(WTNH) — We’ve heard a lot about hospital workers and first-responders on the front lines of the coronavirus outbreak doing everything they can to keep citizens safe and healthy. But clinical pharmacists are on the front lines, too. And now, they are asking Governor Ned Lamont to let them conduct coronavirus testing for faster results for patients.
The Connecticut Society of Health-System Pharmacists wants to expand the role of their folks during this crisis. They say they can do more than dispense medicine.
Steph Luon PharmD, a Senior Clinical Pharmacy Specialist with Yale New Haven Hospital explained, “We may have different work environments, but we ultimately trained as pharmacists; we could help fill some of those essential front line roles.”
Luon believes she and others can help blunt the spread of Coronavirus. They have proposed an idea to state officials that would allow certain pharmacists test and treat patients and interpret those tests for COVID-19.
The Food and Drug Administration has approved the Xpress Rapid Test and made it possible for self-collected nasal swabs to be collected in clinics and at drive-thru testing sites. Doing that with your pharmacist – the Connecticut Society of Health-System Pharmacists says – would be the next step.
Luon says, “It seems like everyone is really banning together to give us the best possible chance of having a successful outcome.”

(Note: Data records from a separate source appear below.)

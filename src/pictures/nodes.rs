//! Nodal lines: where ψ changes sign, by marching squares on the samples.

use super::field::Field;
use tiny_skia::{Path, PathBuilder};

/// Side, in samples, of the blocks in which the amplitude is judged.
const BLOCK: usize = 8;
/// A nodal line is drawn in full where the amplitude around it is above the first part of the
/// peak, and not at all below the second: the page is blank there, and the sign is near the
/// accuracy of the mode.
const FULL: f32 = 1e-2;
const BLANK: f32 = 5e-4;
/// Shades in which lines fade.
const SHADES: usize = 6;

/// Nodal lines as paths on the page, each with the strength, 0 to 1, it is to be drawn with;
/// `inside` tells whether a pixel lies wholly in the outline.
pub fn nodal_lines(field: &Field, inside: impl Fn(usize, usize) -> bool) -> Vec<(f32, Path)> {
    let (nx, ny) = field.count;
    let loud = Loudness::of(field);
    let place = |i: usize, j: usize| {
        (
            field.start.0 + i * field.stride,
            field.start.1 + j * field.stride,
        )
    };
    let within: Vec<bool> = (0..nx * ny)
        .map(|k| {
            let (x, y) = place(k % nx, k / nx);
            inside(x, y)
        })
        .collect();
    let mut shades: Vec<PathBuilder> = vec![PathBuilder::new(); SHADES];
    for j in 0..ny.saturating_sub(1) {
        for i in 0..nx.saturating_sub(1) {
            let k = [
                j * nx + i,
                j * nx + i + 1,
                (j + 1) * nx + i + 1,
                (j + 1) * nx + i,
            ];
            let v = k.map(|k| field.values[k]);
            let positive = v.map(|v| v >= 0.0);
            if positive.iter().all(|&p| p == positive[0]) || !k.iter().all(|&k| within[k]) {
                continue;
            }
            let strength = loud.at(i, j);
            if strength <= 0.0 {
                continue;
            }
            let builder = &mut shades[((strength * SHADES as f32) as usize).min(SHADES - 1)];
            let (x, y) = place(i, j);
            for (from, to) in crossings(v, positive) {
                let pixel = |p: (f32, f32)| {
                    let s = field.stride as f32;
                    (x as f32 + 0.5 + s * p.0, y as f32 + 0.5 + s * p.1)
                };
                let (a, b) = (pixel(from), pixel(to));
                builder.move_to(a.0, a.1);
                builder.line_to(b.0, b.1);
            }
        }
    }
    let strength = |shade: usize| (shade + 1) as f32 / SHADES as f32;
    shades
        .into_iter()
        .enumerate()
        .filter_map(|(shade, builder)| Some((strength(shade), builder.finish()?)))
        .collect()
}

type Place = (f32, f32);

/// Segments in one cell, its corners in order around it from the upper left.
fn crossings(v: [f32; 4], positive: [bool; 4]) -> Vec<(Place, Place)> {
    const CORNERS: [Place; 4] = [(0.0, 0.0), (1.0, 0.0), (1.0, 1.0), (0.0, 1.0)];
    let hits: Vec<Place> = (0..4)
        .filter(|&e| positive[e] != positive[(e + 1) % 4])
        .map(|e| {
            let f = (e + 1) % 4;
            let t = v[e] / (v[e] - v[f]);
            let (a, b) = (CORNERS[e], CORNERS[f]);
            (a.0 + t * (b.0 - a.0), a.1 + t * (b.1 - a.1))
        })
        .collect();
    match hits[..] {
        [a, b] => vec![(a, b)],
        // a saddle: the sign in the middle says which corners are joined
        [a, b, c, d] => {
            let middle = v.iter().sum::<f32>() >= 0.0;
            if middle == positive[0] {
                vec![(a, b), (c, d)]
            } else {
                vec![(d, a), (b, c)]
            }
        }
        _ => Vec::new(),
    }
}

/// How much a line is worth, by blocks.
struct Loudness {
    /// 0 blank to 1 full, for each block with its neighbours.
    blocks: Vec<f32>,
    across: usize,
    down: usize,
}

impl Loudness {
    fn of(field: &Field) -> Self {
        let (nx, ny) = field.count;
        let (across, down) = (nx.div_ceil(BLOCK), ny.div_ceil(BLOCK));
        let mut top = vec![0.0f32; across * down];
        for (k, v) in field.values.iter().enumerate() {
            let b = (k / nx / BLOCK) * across + k % nx / BLOCK;
            top[b] = top[b].max(v.abs());
        }
        let (top, peak) = (&top, field.peak as f32);
        let worth = |amplitude: f32| {
            let decades = (amplitude / peak).max(1e-30).log10() - BLANK.log10();
            (decades / (FULL / BLANK).log10()).clamp(0.0, 1.0)
        };
        let blocks = (0..across * down)
            .map(|b| {
                let near = |c: usize, end: usize| c.saturating_sub(1)..(c + 2).min(end);
                let around = near(b / across, down)
                    .flat_map(|j| near(b % across, across).map(move |i| top[j * across + i]));
                worth(around.fold(0.0, f32::max))
            })
            .collect();
        Self {
            blocks,
            across,
            down,
        }
    }

    /// Between the middles of blocks it is interpolated, so that lines fade smoothly.
    fn at(&self, i: usize, j: usize) -> f32 {
        let place = |k: usize, end: usize| {
            let x = ((k as f32 + 0.5) / BLOCK as f32 - 0.5).clamp(0.0, (end - 1) as f32);
            let low = (x as usize).min(end.saturating_sub(2));
            (low, (low + 1).min(end - 1), x - low as f32)
        };
        let (i0, i1, s) = place(i, self.across);
        let (j0, j1, t) = place(j, self.down);
        let at = |i: usize, j: usize| self.blocks[j * self.across + i];
        let row = |j: usize| at(i0, j) + s * (at(i1, j) - at(i0, j));
        row(j0) + t * (row(j1) - row(j0))
    }
}

#[cfg(test)]
mod tests {
    use super::super::example::box_modes;
    use super::super::place::{Area, View};
    use super::*;

    #[test]
    fn the_nodes_of_a_box_mode_are_straight_and_in_place() {
        let modes = box_modes();
        let area = Area {
            left: 0.0,
            top: 0.0,
            width: 299.3,
            height: 200.0,
        };
        let view = View::fit(modes.outline().bounds(), area);
        let field = Field::sample(&modes, 3, &view, 300, 200);
        let lines = nodal_lines(&field, |x, _| x < 299);
        assert!(
            lines.len() == 1 && lines[0].0 == 1.0,
            "all in full strength"
        );
        for p in lines[0].1.points() {
            let third = p.x / (299.3 / 3.0);
            assert!((third - third.round()).abs() < 1e-3, "{p:?}");
            assert!((0.9..2.1).contains(&third));
        }
        assert!(nodal_lines(&field, |_, _| false).is_empty());
    }
}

Clinical pharmacists say that successful outcome would also give patients more health care options and fill a needed gap in care. Especially, as doctors and nurses are overwhelmed.
Thomas Buckley, an Associate Clinical Professor at the University of Connecticut School of Pharmacy explained, “The value of being able to treat after you have been tested is critically important because if a person is tested and allowed to go back into the community they could – obviously if they have a virus – they can infect other people.”
The pharmacist group believes not only is allowing them to test for COVID 19 a short-term fix, but because it’s believed that a second wave of the virus will come in the fall – this could work for the long-term, as well. It’s unclear whether state officials agree.